DIRECTIONS FOR THIS TASK: What lines of the data below include the word "tryShearStressAt"? Report them by copying each.

SOURCE RECORDS:
----

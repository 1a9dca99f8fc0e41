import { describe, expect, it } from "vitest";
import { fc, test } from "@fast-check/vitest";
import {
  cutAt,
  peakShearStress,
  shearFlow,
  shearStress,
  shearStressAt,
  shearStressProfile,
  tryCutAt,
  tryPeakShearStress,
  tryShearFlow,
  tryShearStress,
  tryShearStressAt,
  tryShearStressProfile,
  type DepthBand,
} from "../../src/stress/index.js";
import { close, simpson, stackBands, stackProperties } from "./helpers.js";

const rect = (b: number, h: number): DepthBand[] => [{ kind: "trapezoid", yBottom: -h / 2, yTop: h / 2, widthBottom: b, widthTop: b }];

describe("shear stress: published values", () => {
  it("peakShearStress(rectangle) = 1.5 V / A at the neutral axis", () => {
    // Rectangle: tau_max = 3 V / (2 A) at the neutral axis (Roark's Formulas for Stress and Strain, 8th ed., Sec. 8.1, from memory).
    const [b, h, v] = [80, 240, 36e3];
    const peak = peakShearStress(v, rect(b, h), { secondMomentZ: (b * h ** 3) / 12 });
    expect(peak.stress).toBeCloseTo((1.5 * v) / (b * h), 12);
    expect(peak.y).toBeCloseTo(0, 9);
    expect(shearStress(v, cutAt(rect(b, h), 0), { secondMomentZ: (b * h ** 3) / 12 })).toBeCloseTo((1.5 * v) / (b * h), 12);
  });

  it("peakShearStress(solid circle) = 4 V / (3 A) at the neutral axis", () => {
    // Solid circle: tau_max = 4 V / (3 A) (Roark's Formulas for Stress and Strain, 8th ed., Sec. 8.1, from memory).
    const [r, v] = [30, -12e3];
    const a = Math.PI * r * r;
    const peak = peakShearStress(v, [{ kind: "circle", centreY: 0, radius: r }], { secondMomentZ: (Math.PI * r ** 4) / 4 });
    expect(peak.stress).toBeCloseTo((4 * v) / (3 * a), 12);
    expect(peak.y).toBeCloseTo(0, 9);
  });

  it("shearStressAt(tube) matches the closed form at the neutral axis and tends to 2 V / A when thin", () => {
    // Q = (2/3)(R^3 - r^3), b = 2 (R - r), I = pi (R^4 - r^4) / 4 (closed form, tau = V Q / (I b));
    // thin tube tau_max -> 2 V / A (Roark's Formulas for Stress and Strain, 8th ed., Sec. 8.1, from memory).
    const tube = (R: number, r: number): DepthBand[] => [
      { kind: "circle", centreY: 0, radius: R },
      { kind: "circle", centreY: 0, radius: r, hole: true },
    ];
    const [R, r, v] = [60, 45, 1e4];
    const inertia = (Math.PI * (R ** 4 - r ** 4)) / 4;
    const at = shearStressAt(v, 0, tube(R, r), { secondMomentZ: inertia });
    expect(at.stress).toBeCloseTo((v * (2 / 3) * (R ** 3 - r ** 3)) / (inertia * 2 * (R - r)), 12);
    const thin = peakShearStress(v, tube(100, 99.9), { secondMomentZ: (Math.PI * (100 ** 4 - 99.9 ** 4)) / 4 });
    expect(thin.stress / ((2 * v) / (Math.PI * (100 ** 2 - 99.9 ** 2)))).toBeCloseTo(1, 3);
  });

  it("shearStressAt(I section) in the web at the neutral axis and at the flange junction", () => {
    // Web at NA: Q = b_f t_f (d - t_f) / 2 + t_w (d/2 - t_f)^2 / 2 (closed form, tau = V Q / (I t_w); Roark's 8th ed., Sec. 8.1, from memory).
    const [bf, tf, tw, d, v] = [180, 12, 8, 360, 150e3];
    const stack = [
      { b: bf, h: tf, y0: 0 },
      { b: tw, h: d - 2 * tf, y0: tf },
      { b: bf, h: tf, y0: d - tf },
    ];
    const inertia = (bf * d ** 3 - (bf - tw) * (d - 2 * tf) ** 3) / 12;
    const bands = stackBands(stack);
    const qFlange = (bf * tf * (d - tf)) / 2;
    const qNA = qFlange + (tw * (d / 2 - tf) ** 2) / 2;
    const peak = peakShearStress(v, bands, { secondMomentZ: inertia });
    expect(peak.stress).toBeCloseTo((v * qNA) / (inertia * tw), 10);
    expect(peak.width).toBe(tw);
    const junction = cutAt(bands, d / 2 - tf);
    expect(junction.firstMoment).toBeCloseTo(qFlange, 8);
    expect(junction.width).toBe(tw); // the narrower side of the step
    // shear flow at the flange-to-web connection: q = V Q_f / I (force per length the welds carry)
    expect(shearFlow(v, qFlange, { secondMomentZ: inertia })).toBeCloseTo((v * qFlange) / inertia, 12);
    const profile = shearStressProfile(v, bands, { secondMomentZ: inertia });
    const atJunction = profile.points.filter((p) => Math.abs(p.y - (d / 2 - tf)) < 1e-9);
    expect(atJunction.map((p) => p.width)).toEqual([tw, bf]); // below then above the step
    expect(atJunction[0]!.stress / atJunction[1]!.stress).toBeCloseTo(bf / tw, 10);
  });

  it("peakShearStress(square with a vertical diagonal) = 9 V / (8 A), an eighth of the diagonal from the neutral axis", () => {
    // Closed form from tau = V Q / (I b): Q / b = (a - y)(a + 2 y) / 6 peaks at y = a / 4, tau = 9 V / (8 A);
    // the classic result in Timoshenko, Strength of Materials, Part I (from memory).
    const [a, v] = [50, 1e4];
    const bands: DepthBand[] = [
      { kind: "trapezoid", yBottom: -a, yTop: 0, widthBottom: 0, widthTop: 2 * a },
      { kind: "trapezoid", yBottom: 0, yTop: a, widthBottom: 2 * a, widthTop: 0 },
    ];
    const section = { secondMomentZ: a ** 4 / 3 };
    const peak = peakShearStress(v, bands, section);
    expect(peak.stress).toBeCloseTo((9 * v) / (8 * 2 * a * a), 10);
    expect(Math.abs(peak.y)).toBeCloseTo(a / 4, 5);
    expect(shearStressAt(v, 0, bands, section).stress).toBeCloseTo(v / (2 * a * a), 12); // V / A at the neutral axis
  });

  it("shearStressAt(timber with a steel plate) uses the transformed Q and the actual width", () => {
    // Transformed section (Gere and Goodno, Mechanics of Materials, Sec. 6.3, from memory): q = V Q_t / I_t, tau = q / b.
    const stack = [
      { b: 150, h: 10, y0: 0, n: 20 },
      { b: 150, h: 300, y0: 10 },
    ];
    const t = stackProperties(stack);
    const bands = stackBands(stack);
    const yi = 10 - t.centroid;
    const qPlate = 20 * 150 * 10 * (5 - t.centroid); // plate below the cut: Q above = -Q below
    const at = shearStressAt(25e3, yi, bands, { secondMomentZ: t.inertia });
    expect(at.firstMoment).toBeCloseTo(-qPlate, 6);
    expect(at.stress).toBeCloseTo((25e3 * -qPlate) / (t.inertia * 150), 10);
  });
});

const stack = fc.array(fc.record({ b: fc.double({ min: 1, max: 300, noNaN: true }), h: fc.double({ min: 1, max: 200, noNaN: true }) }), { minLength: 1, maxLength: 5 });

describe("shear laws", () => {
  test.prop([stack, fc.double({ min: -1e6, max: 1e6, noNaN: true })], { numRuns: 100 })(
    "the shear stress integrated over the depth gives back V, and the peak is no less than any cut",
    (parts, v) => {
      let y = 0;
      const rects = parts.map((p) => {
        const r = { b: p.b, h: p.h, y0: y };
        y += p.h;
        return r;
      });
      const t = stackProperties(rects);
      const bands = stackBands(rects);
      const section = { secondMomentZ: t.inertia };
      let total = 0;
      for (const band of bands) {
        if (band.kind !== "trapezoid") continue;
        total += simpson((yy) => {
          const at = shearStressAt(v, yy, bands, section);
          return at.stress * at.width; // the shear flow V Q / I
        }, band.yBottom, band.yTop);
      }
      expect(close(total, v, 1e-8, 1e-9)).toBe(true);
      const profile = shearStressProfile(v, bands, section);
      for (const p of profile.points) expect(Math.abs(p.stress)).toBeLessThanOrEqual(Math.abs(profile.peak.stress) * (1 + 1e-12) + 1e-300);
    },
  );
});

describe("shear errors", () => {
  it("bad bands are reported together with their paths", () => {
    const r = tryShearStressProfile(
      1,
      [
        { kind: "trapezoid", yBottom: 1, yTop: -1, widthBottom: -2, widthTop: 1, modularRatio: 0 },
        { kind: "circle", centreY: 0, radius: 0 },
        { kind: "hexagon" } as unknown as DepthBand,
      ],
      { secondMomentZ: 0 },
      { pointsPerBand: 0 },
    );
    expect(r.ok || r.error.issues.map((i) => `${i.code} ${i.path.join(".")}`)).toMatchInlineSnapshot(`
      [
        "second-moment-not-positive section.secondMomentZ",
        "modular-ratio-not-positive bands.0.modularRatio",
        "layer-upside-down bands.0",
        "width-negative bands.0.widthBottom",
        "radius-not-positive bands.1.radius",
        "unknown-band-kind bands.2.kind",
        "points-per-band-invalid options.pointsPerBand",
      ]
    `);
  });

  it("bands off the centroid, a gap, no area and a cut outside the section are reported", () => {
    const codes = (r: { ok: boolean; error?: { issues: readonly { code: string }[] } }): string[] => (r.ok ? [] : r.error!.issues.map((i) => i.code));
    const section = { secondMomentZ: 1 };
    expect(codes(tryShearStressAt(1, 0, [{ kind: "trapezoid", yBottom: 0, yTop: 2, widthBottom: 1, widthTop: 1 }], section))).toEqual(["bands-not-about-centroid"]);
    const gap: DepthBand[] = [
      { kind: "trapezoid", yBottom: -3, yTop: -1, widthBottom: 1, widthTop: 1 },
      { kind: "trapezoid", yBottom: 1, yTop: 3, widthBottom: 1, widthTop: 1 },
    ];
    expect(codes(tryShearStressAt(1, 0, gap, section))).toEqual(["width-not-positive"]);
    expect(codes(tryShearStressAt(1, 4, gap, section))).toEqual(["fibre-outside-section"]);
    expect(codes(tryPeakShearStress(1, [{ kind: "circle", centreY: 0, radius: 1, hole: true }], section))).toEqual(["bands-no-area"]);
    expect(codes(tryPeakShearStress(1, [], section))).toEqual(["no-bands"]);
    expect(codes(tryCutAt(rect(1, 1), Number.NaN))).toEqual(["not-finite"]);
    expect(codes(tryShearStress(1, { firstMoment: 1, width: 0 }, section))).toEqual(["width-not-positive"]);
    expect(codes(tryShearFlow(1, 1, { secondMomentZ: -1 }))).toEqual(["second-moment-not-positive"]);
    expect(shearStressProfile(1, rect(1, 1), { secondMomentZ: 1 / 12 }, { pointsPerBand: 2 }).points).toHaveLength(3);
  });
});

----

RESPONSE BOX:
  tryShearStressAt,
    expect(codes(tryShearStressAt(1, 0, [{ kind: "trapezoid", yBottom: 0, yTop: 2, widthBottom: 1, widthTop: 1 }], section))).toEqual(["bands-not-about-centroid"]);
    expect(codes(tryShearStressAt(1, 0, gap, section))).toEqual(["width-not-positive"]);
    expect(codes(tryShearStressAt(1, 4, gap, section))).toEqual(["fibre-outside-section"]);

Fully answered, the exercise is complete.